Атанарих невольно разулыбался, плечом дёрнул: он что, не понимает, что одолеть в поединке бывалого воина для такого юнца, как он – большая удача?
– Научу, конечно. А зиму что, в расчёт не берёшь?
– Так зимой мы в гиман* уходим по хеймам. Объезжаем все хеймы, которые есть в округе, там кормимся – иной раз по полдюжине дней, иной раз меньше. И только к весне возвращаемся назад в хардусу. Так что зимой тут народу будет мало – твои прибылые.
– А если хаки нападут?
Воины засмеялись, Аутари заметил:
– Ну, это вряд ли. Зимой они к Ласийскому морю откочёвывают. Разве мортенсы наведаются. Но этих даже в хеймах никто не боится – у них ватаги малые, если врасплох не застанут, всегда отбиться можно.
– А что за люди мортенсы? – Атанарих их на Торговом острове видывал, и кое– что слышал. – С виду на нас похожи, а лопочут на чужом языке…

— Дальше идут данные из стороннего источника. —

package org.crossreach.report.pdf;

import java.nio.charset.StandardCharsets;
import java.time.OffsetDateTime;
import java.time.format.DateTimeFormatter;
import java.util.Locale;

/**
 * What a PDF says about itself, as XMP.
 *
 * @param title title of the document
 * @param description what it is about
 * @param language its language, for example {@code en}
 * @param creator program that made it
 * @param time when the last of its data was recorded
 * @param part part of ISO 19005 that it follows: 2, or 3 with files inside
 */
record Xmp(
    String title,
    String description,
    String language,
    String creator,
    OffsetDateTime time,
    int part) {

  private static final DateTimeFormatter TIME =
      DateTimeFormatter.ofPattern("uuuu-MM-dd'T'HH:mm:ssxxx", Locale.ROOT);

  byte[] bytes() {
    String date = TIME.format(time);
    StringBuilder xmp = new StringBuilder(4096);
    xmp.append("<?xpacket begin=\"\uFEFF\" id=\"W5M0MpCehiHzreSzNTczkc9d\"?>\n")
        .append("<x:xmpmeta xmlns:x=\"adobe:ns:meta/\">\n")
        .append("<rdf:RDF xmlns:rdf=\"http://www.w3.org/1999/02/22-rdf-syntax-ns#\">\n")
        .append("<rdf:Description rdf:about=\"\"")
        .append(" xmlns:dc=\"http://purl.org/dc/elements/1.1/\"")
        .append(" xmlns:xmp=\"http://ns.adobe.com/xap/1.0/\"")
        .append(" xmlns:pdf=\"http://ns.adobe.com/pdf/1.3/\"")
        .append(" xmlns:pdfaid=\"http://www.aiim.org/pdfa/ns/id/\"")
        .append(" xmlns:pdfuaid=\"http://www.aiim.org/pdfua/ns/id/\"")
        .append(" xmlns:pdfaExtension=\"http://www.aiim.org/pdfa/ns/extension/\"")
        .append(" xmlns:pdfaSchema=\"http://www.aiim.org/pdfa/ns/schema#\"")
        .append(" xmlns:pdfaProperty=\"http://www.aiim.org/pdfa/ns/property#\">\n");
    element(xmp, "pdfaid:part", Integer.toString(part));
    element(xmp, "pdfaid:conformance", "U");
    element(xmp, "pdfuaid:part", "1");
    element(xmp, "dc:format", "application/pdf");
    alternative(xmp, "dc:title", title);
    alternative(xmp, "dc:description", description);
    xmp.append("<dc:language><rdf:Bag><rdf:li>")
        .append(language)
        .append("</rdf:li></rdf:Bag></dc:language>\n");
    element(xmp, "xmp:CreatorTool", creator);
    element(xmp, "xmp:CreateDate", date);
    element(xmp, "xmp:ModifyDate", date);
    element(xmp, "xmp:MetadataDate", date);
    element(xmp, "pdf:Producer", creator);
    xmp.append(IDENTIFICATION_SCHEMA)
        .append("</rdf:Description>\n</rdf:RDF>\n</x:xmpmeta>\n<?xpacket end=\"r\"?>\n");
    return xmp.toString().getBytes(StandardCharsets.UTF_8);
  }

  /** PDF/A wants every schema described that it does not know: that of PDF/UA is one. */
  private static final String IDENTIFICATION_SCHEMA =
      """
      <pdfaExtension:schemas><rdf:Bag><rdf:li rdf:parseType="Resource">
      <pdfaSchema:schema>PDF/UA identification</pdfaSchema:schema>
      <pdfaSchema:namespaceURI>http://www.aiim.org/pdfua/ns/id/</pdfaSchema:namespaceURI>
      <pdfaSchema:prefix>pdfuaid</pdfaSchema:prefix>
      <pdfaSchema:property><rdf:Seq><rdf:li rdf:parseType="Resource">
      <pdfaProperty:name>part</pdfaProperty:name>
      <pdfaProperty:valueType>Integer</pdfaProperty:valueType>
      <pdfaProperty:category>internal</pdfaProperty:category>
      <pdfaProperty:description>Part of ISO 14289</pdfaProperty:description>
      </rdf:li></rdf:Seq></pdfaSchema:property>
      </rdf:li></rdf:Bag></pdfaExtension:schemas>
      """;

  private static void element(StringBuilder xmp, String name, String value) {
    xmp.append('<').append(name).append('>');
    escaped(xmp, value);
    xmp.append("</").append(name).append(">\n");
  }

  private static void alternative(StringBuilder xmp, String name, String value) {
    xmp.append('<').append(name).append("><rdf:Alt><rdf:li xml:lang=\"x-default\">");
    escaped(xmp, value);
    xmp.append("</rdf:li></rdf:Alt></").append(name).append(">\n");
  }

  /** XML text; what XML cannot hold at all becomes a space. */
  private static void escaped(StringBuilder xmp, String value) {
    value
        .codePoints()
        .forEach(
            c -> {
              if (c == '<') {
                xmp.append("&lt;");
              } else if (c == '>') {
                xmp.append("&gt;");
              } else if (c == '&') {
                xmp.append("&amp;");
              } else if (c < ' ' || c >= 0xD800 && c <= 0xDFFF || c == 0xFFFE || c == 0xFFFF) {
                xmp.append(' ');
              } else {
                xmp.appendCodePoint(c);
              }
            });
  }
}
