package org.crossreach.evidence;

import org.crossreach.profile.ExponentFit;

/**
 * What one pass alone says.
 *
 * @param pass its name
 * @param used whether it counts in the measurement
 * @param exponent the exponent fitted to it
 * @param columns number of its columns with hidden cells
 * @param top evidence near the surface
 * @param bottom evidence near the bed
 */
public record PassEvidence(
    String pass,
    boolean used,
    ExponentFit exponent,
    int columns,
    ZoneEvidence top,
    ZoneEvidence bottom) {}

– Так у Фрейса и Венделла сестра была. Старики говорят, её альис с полночья похитил и женой сделал. Вот от неё мортенсы и пошли. Женщина их по–людски жить научила, и живут они и вправду на нас похоже. Тоже лес корчуют, палы жгут, хлеб сеют. А лопочут по–отцовски, непонятно. Ну и колдуны все поголовно – альисово же отродье!

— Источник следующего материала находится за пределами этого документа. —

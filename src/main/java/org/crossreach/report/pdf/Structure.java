package org.crossreach.report.pdf;

import java.util.ArrayList;
import java.util.List;
import org.apache.pdfbox.cos.COSArray;
import org.apache.pdfbox.cos.COSDictionary;
import org.apache.pdfbox.cos.COSInteger;
import org.apache.pdfbox.cos.COSName;
import org.apache.pdfbox.cos.COSString;
import org.apache.pdfbox.pdmodel.PDDocument;
import org.apache.pdfbox.pdmodel.PDPage;

/**
 * What the pieces of the pages are, in reading order: the structure tree of a tagged PDF (ISO
 * 32000-1, 14.7).
 */
final class Structure {

  private static final COSName PARENT_TREE_NEXT_KEY = COSName.getPDFName("ParentTreeNextKey");

  private final COSDictionary root = new COSDictionary();
  private final Element document;

  /** For each page the elements of its marked pieces, by number. */
  private final List<COSArray> parents = new ArrayList<>();

  Structure() {
    root.setItem(COSName.TYPE, COSName.getPDFName("StructTreeRoot"));
    document = new Element("Document", root);
    root.setItem(COSName.K, document.dictionary);
  }

  /** The element that holds everything. */
  Element document() {
    return document;
  }

  /** One element of the tree. */
  final class Element {
    private final COSDictionary dictionary = new COSDictionary();
    private final COSArray kids = new COSArray();
    private COSDictionary page;

    private Element(String type, COSDictionary parent) {
      dictionary.setItem(COSName.TYPE, COSName.getPDFName("StructElem"));
      dictionary.setItem(COSName.S, COSName.getPDFName(type));
      dictionary.setItem(COSName.P, parent);
      dictionary.setItem(COSName.K, kids);
    }

    /** Adds an element inside this one, after what is there. */
    Element add(String type) {
      Element child = new Element(type, dictionary);
      kids.add(child.dictionary);
      return child;
    }

    /** Says in words what cannot be read. */
    Element alternative(String text) {
      dictionary.setItem(COSName.ALT, text(text));
      return this;
    }

    /** Gives the true text where the shown one stands in for it. */
    Element actualText(String text) {
      dictionary.setItem(COSName.ACTUAL_TEXT, text(text));
      return this;
    }

    /** Says that a heading of a table stands above its column. */
    Element headsColumn() {
      COSDictionary attributes = new COSDictionary();
      attributes.setItem(COSName.O, COSName.getPDFName("Table"));
      attributes.setItem(COSName.getPDFName("Scope"), COSName.getPDFName("Column"));
      dictionary.setItem(COSName.A, attributes);
      return this;
    }

    /** Says where a figure stands on its page (pt, from the lower left corner). */
    Element box(double left, double low, double right, double high) {
      COSArray box = new COSArray();
      for (double side : new double[] {left, low, right, high}) {
        box.add(COSInteger.get(Math.round(side)));
      }
      COSDictionary attributes = new COSDictionary();
      attributes.setItem(COSName.O, COSName.getPDFName("Layout"));
      attributes.setItem(COSName.getPDFName("Placement"), COSName.getPDFName("Block"));
      attributes.setItem(COSName.BBOX, box);
      dictionary.setItem(COSName.A, attributes);
      return this;
    }

    /** Takes in the next marked piece of a page and returns its number there. */
    int mark(PDPage on, int pageNumber) {
      COSArray ofPage = parents.get(pageNumber);
      int number = ofPage.size();
      ofPage.add(dictionary);
      if (page == null) {
        page = on.getCOSObject();
        dictionary.setItem(COSName.PG, page);
      }
      if (page == on.getCOSObject()) {
        kids.add(COSInteger.get(number));
      } else {
        COSDictionary elsewhere = new COSDictionary();
        elsewhere.setDirect(true);
        elsewhere.setItem(COSName.TYPE, COSName.getPDFName("MCR"));
        elsewhere.setItem(COSName.PG, on.getCOSObject());
        elsewhere.setInt(COSName.MCID, number);
        kids.add(elsewhere);
      }
      return number;
    }
  }

  private static COSString text(String text) {
    return new COSString(text);
  }

  /** Makes room for the marked pieces of a new page. */
  void addPage(PDPage page) {
    page.getCOSObject().setInt(COSName.STRUCT_PARENTS, parents.size());
    page.getCOSObject().setItem(COSName.getPDFName("Tabs"), COSName.S);
    parents.add(new COSArray());
  }

  /** Hangs the tree into a document; nothing may be added afterwards. */
  void attach(PDDocument pdf) {
    COSArray numbers = new COSArray();
    for (int p = 0; p < parents.size(); p++) {
      numbers.add(COSInteger.get(p));
      numbers.add(parents.get(p));
    }
    COSDictionary parentTree = new COSDictionary();
    parentTree.setItem(COSName.NUMS, numbers);
    root.setItem(COSName.PARENT_TREE, parentTree);
    root.setInt(PARENT_TREE_NEXT_KEY, parents.size());
    COSDictionary catalog = pdf.getDocumentCatalog().getCOSObject();
    catalog.setItem(COSName.STRUCT_TREE_ROOT, root);
    COSDictionary marks = new COSDictionary();
    marks.setBoolean(COSName.getPDFName("Marked"), true);
    catalog.setItem(COSName.MARK_INFO, marks);
  }
}
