package org.crossreach.report.pdf;

import java.io.ByteArrayOutputStream;
import java.nio.ByteBuffer;
import java.nio.charset.StandardCharsets;

/**
 * The colour space sRGB as an ICC profile, the same bytes on every machine.
 *
 * <p>Primaries and transfer curve: IEC 61966-2-1:1999, adapted from D65 to the D50 of profiles by
 * the Bradford transform. Layout: ICC.1:2004-10 (profile version 4.2).
 */
final class SrgbProfile {

  private static final String NAME = "sRGB";
  private static final String RIGHTS = "No copyright, use freely";

  /** XYZ of D50 as every profile has it. Source: ICC.1:2004-10, 7.2.16. */
  private static final double[] D50 = {0.9642, 1.0, 0.8249};

  private static final double[] RED = {0.436035, 0.222488, 0.013916};
  private static final double[] GREEN = {0.385117, 0.716904, 0.097076};
  private static final double[] BLUE = {0.143051, 0.060608, 0.713913};

  /** The Bradford transform from D65 to D50, row by row. */
  private static final double[] ADAPTATION = {
    1.047882, 0.022918, -0.050201,
    0.029587, 0.990479, -0.017059,
    -0.009232, 0.015076, 0.751678
  };

  /** Exponent, scale, offset, slope and limit of the curve: ICC.1:2004-10, function type 3. */
  private static final double[] CURVE = {2.4, 1 / 1.055, 0.055 / 1.055, 1 / 12.92, 0.04045};

  private SrgbProfile() {}

  static byte[] bytes() {
    String[] names = {
      "desc", "cprt", "wtpt", "chad", "rXYZ", "gXYZ", "bXYZ", "rTRC", "gTRC", "bTRC"
    };
    byte[][] tags = {
      text(NAME),
      text(RIGHTS),
      numbers("XYZ ", D50),
      numbers("sf32", ADAPTATION),
      numbers("XYZ ", RED),
      numbers("XYZ ", GREEN),
      numbers("XYZ ", BLUE),
      curve()
    };
    ByteArrayOutputStream data = new ByteArrayOutputStream();
    ByteBuffer directory = ByteBuffer.allocate(4 + 12 * names.length).putInt(names.length);
    int start = 128 + directory.capacity();
    int offset = 0;
    for (int t = 0; t < names.length; t++) {
      // The three curves are one.
      byte[] tag = tags[Math.min(t, tags.length - 1)];
      if (t < tags.length) {
        offset = start + data.size();
        data.writeBytes(tag);
        data.writeBytes(new byte[(4 - tag.length % 4) % 4]);
      }
      directory.put(ascii(names[t])).putInt(offset).putInt(tag.length);
    }
    int size = start + data.size();
    return ByteBuffer.allocate(size)
        .put(header(size))
        .put(directory.array())
        .put(data.toByteArray())
        .array();
  }

  private static byte[] header(int size) {
    ByteBuffer header = ByteBuffer.allocate(128);
    header.putInt(size).putInt(0).putInt(0x04200000);
    header.put(ascii("mntr")).put(ascii("RGB ")).put(ascii("XYZ "));
    for (short part : new short[] {2026, 1, 1, 0, 0, 0}) {
      header.putShort(part);
    }
    header.put(ascii("acsp"));
    header.position(68);
    for (double white : D50) {
      header.putInt(fixed(white));
    }
    return header.array();
  }

  private static byte[] text(String text) {
    byte[] letters = text.getBytes(StandardCharsets.UTF_16BE);
    return ByteBuffer.allocate(28 + letters.length)
        .put(ascii("mluc"))
        .putInt(0)
        .putInt(1)
        .putInt(12)
        .put(ascii("enUS"))
        .putInt(letters.length)
        .putInt(28)
        .put(letters)
        .array();
  }

  private static byte[] numbers(String type, double... values) {
    ByteBuffer buffer = ByteBuffer.allocate(8 + 4 * values.length).put(ascii(type)).putInt(0);
    for (double value : values) {
      buffer.putInt(fixed(value));
    }
    return buffer.array();
  }

  private static byte[] curve() {
    ByteBuffer buffer = ByteBuffer.allocate(12 + 4 * CURVE.length);
    buffer.put(ascii("para")).putInt(0).putShort((short) 3).putShort((short) 0);
    for (double value : CURVE) {
      buffer.putInt(fixed(value));
    }
    return buffer.array();
  }

  /** A number with 16 bits before and 16 after the point. */
  private static int fixed(double value) {
    return (int) Math.round(value * 65536);
  }

  private static byte[] ascii(String text) {
    return text.getBytes(StandardCharsets.US_ASCII);
  }
}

А потом Атанарих остался один. Снова навалились мысли о том, что поторопился он сменять родную Нарвенну, и гнать эти мысли становилось всё труднее. Атанарих был уже почти готов пойти на реку и присоединиться к рыбакам. Тем более, оттуда доносились весёлые крики и смех. Но подумал, что после своего отказа выйдет – глупее некуда.
И тут Куннаны снова повернулись к нему лицом. Пришёл Куница – приволок охапку стрел с маленькими наконечниками, и спросил, не пойдёт ли Атанарих завтра на уток?
Оно конечно, фрейсы на уток охотились иначе, чем знатные венделлы. Но Атанарих с Куницей был готов идти куда угодно, разве что землю пахать да навоз таскать не стал бы. Или стал бы? Но решать этот сложный вопрос было некогда. Аларих потащил Атанариха в сарай, где хранилось всё добро дома. Показал особую траву, которую надо навертеть на ноги, чтобы они не замёрзли, даже если промокнут. Потом учил вабить – приманивать уток на манок, изображая сначала стаю, которая только что выбрала место, а потом оживлённо кормится.
– Это просто: тыгдык–дык–дык–хыть! – наставлял он и весело смеялся, глядя, что такое простое дело у Атанариха не получается. – Как же вы охотитесь там, если ты таких вещей не знаешь?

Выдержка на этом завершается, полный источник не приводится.